Task prompt. In the entries below, find the string "bandOf" and return each line holding it.

**** Input records

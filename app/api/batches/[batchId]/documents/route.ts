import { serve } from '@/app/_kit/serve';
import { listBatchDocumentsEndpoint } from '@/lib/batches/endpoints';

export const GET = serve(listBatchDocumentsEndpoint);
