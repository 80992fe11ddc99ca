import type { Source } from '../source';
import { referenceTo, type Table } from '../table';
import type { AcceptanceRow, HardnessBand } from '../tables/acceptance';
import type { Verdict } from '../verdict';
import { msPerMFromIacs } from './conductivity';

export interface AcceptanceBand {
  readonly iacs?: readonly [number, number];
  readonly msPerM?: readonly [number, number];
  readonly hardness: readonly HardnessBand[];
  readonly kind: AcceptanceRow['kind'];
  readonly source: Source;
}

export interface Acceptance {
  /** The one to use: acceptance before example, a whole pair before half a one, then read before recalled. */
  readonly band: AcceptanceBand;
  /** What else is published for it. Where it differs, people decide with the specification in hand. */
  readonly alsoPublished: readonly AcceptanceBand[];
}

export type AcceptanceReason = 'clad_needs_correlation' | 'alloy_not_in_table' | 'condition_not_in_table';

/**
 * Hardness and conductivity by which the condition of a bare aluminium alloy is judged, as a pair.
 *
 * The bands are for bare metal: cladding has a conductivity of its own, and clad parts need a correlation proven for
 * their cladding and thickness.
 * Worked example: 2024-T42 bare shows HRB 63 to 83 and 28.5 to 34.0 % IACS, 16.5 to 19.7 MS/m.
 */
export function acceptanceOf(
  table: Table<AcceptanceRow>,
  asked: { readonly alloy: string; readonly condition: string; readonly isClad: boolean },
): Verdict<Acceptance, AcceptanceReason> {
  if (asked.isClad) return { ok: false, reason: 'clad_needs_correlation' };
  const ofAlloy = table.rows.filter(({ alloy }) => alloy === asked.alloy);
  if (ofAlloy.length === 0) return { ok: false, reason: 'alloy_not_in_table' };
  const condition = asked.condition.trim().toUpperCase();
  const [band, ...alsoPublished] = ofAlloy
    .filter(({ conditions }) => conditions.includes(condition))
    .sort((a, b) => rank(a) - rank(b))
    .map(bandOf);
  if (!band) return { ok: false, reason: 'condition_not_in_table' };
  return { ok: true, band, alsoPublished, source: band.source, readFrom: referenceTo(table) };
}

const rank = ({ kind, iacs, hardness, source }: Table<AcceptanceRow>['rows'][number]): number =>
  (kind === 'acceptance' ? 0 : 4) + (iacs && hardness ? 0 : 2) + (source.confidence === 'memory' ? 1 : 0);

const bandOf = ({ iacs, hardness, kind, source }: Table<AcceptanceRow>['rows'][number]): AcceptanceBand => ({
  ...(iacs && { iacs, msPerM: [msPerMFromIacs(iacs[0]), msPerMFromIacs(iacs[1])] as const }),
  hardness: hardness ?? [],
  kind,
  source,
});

********

Output below.
    .map(bandOf);
const bandOf = ({ iacs, hardness, kind, source }: Table<AcceptanceRow>['rows'][number]): AcceptanceBand => ({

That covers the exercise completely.